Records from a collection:
╔══

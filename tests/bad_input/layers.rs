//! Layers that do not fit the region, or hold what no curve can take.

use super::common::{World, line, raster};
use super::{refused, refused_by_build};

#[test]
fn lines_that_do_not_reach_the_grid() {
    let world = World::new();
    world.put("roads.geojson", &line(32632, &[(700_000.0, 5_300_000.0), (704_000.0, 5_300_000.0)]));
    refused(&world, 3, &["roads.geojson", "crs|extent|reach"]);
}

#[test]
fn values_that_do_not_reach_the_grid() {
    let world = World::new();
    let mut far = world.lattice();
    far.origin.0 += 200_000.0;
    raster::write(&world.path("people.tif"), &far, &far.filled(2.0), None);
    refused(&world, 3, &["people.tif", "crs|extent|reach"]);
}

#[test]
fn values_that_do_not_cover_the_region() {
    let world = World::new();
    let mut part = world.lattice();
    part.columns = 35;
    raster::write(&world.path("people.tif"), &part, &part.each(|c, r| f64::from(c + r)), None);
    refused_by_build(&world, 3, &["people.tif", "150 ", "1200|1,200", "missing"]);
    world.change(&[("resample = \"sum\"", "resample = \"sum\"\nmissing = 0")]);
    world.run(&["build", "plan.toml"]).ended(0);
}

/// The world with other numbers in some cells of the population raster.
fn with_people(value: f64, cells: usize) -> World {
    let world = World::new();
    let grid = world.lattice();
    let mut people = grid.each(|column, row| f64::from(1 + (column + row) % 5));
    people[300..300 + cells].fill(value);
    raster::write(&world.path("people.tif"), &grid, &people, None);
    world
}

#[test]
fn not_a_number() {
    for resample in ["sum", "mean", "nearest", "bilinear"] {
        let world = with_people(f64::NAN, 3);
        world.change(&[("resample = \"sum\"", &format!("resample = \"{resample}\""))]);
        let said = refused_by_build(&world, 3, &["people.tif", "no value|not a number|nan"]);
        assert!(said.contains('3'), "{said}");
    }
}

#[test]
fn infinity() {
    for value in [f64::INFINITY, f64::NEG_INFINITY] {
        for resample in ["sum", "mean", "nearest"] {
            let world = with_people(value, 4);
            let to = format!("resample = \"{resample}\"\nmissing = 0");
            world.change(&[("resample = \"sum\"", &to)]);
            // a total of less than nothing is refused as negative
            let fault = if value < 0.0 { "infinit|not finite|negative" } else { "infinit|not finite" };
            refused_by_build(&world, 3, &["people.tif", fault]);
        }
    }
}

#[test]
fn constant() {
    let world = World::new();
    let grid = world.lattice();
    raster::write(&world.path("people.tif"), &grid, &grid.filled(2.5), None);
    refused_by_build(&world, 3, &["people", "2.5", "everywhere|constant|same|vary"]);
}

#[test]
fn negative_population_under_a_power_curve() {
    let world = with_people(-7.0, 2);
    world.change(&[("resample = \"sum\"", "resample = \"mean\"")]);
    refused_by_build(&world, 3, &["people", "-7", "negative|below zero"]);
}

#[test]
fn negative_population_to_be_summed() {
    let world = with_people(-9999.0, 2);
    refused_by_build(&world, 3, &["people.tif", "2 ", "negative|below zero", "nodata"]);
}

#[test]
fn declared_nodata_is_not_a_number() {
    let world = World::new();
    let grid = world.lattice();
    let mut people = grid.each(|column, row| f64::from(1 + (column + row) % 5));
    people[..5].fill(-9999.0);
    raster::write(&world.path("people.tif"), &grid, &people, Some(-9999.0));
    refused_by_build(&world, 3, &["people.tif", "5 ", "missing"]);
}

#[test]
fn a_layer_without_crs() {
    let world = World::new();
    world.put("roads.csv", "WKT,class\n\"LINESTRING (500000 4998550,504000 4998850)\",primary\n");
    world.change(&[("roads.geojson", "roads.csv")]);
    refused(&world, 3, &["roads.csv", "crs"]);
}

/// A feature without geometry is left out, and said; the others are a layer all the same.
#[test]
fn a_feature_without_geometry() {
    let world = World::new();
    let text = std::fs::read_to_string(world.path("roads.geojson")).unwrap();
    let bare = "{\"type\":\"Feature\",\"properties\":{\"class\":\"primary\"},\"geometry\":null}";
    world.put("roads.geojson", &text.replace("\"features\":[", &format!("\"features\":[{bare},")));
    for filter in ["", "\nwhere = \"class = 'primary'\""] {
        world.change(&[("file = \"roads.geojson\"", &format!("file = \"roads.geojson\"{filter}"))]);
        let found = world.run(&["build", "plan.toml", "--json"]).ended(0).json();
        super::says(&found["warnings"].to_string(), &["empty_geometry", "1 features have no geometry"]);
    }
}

╚══

• About this exercise
Repeat the entries verbatim through the line with "the population raster.".

• Response for this exercise
filename tests/bad_input/layers.rs
//! Layers that do not fit the region, or hold what no curve can take.

use super::common::{World, line, raster};
use super::{refused, refused_by_build};

#[test]
fn lines_that_do_not_reach_the_grid() {
    let world = World::new();
    world.put("roads.geojson", &line(32632, &[(700_000.0, 5_300_000.0), (704_000.0, 5_300_000.0)]));
    refused(&world, 3, &["roads.geojson", "crs|extent|reach"]);
}

#[test]
fn values_that_do_not_reach_the_grid() {
    let world = World::new();
    let mut far = world.lattice();
    far.origin.0 += 200_000.0;
    raster::write(&world.path("people.tif"), &far, &far.filled(2.0), None);
    refused(&world, 3, &["people.tif", "crs|extent|reach"]);
}

#[test]
fn values_that_do_not_cover_the_region() {
    let world = World::new();
    let mut part = world.lattice();
    part.columns = 35;
    raster::write(&world.path("people.tif"), &part, &part.each(|c, r| f64::from(c + r)), None);
    refused_by_build(&world, 3, &["people.tif", "150 ", "1200|1,200", "missing"]);
    world.change(&[("resample = \"sum\"", "resample = \"sum\"\nmissing = 0")]);
    world.run(&["build", "plan.toml"]).ended(0);
}

/// The world with other numbers in some cells of the population raster.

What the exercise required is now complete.